Ces déclarations réitérées n’empêchèrent pas Tchernaïef de porter en Boukharie la guerre, qui semblait presque terminée au nord. L’émir Mozaffar, après s’être fait attribuer la tutelle du jeune prince de Kokand, avait pris en main la cause de la nationalité ozbeg, et, réunissant une armée nombreuse, sommait les Russes de rendre Tachkend.
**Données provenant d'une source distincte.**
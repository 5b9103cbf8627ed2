import { v1Handler } from "@/lib/api/endpoint";
import { openApiDocument } from "@/lib/api/v1";

export const GET = v1Handler(openApiDocument);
Instruit par l’expérience, il n’osa toutefois franchir le Syr-Daria pour se mesurer avec ses ennemis ; mais le général moscovite, « qui cherchait aventure, » s’avisa d’une idée assez étrange : il envoyait à Boukhara quatre agens chargés à la fois de régler les questions en litige et, selon l’Invalide, « de déjouer les intrigues de certains émissaires européens arrivés récemment dans la capitale du khanat pour soumettre à l’émir des propositions préjudiciables aux intérêts russes. » Soit que la Grande-Bretagne eût secrètement cherché à nouer des relations avec les états ozbegs pour entraver les progrès de la puissance rivale, soit que Tchernaïef eût, comme l’insinue la presse anglaise, trouvé ce prétexte commode pour intervenir dans les affaires de Boukhara, il arriva ce que l’on devait prévoir. Mozaffar, fougueux défenseur de l’islamisme et de l’indépendance turcomane, nourrissait contre les Russes une haine profonde ; il refusa d’entendre les envoyés et donna l’ordre de les jeter en prison. Le général ne pouvait laisser impunie l’offense faite à la Russie dans la personne de ses agens ; le 30 janvier 1866, il franchit l’Iaxarte à la tête de quatorze compagnies d’infanterie, de six escadrons de cosaques et de seize pièces de canon, avec l’intention avouée de marcher sur Boukhara et de contraindre l’émir à mettre ses officiers en liberté. Cette force était insuffisante pour tenter une attaque sérieuse ; arrivés à vingt-cinq milles de Samarcande, les troupes se trouvèrent au milieu d’un désert infranchissable et se virent forcées de battre en retraite.

L’échec des Russes eut naturellement pour effet d’enhardir les Boukhares ; des collisions répétées eurent lieu sur la rive droite du Syr-Daria ; enfin Mozaffar lui-même vint avec trente-cinq mille Kirghiz et cinq mille fantassins pour reprendre Tachkend. Un combat décisif fut livré à Irdjar en mai 1866 ; les Ozbegs, frappés d’une véritable panique à la vue des vides affreux faits dans leurs rangs par l’artillerie ennemie, s’enfuirent en désordre, laissant sur le champ de bataille mille hommes et un immense matériel.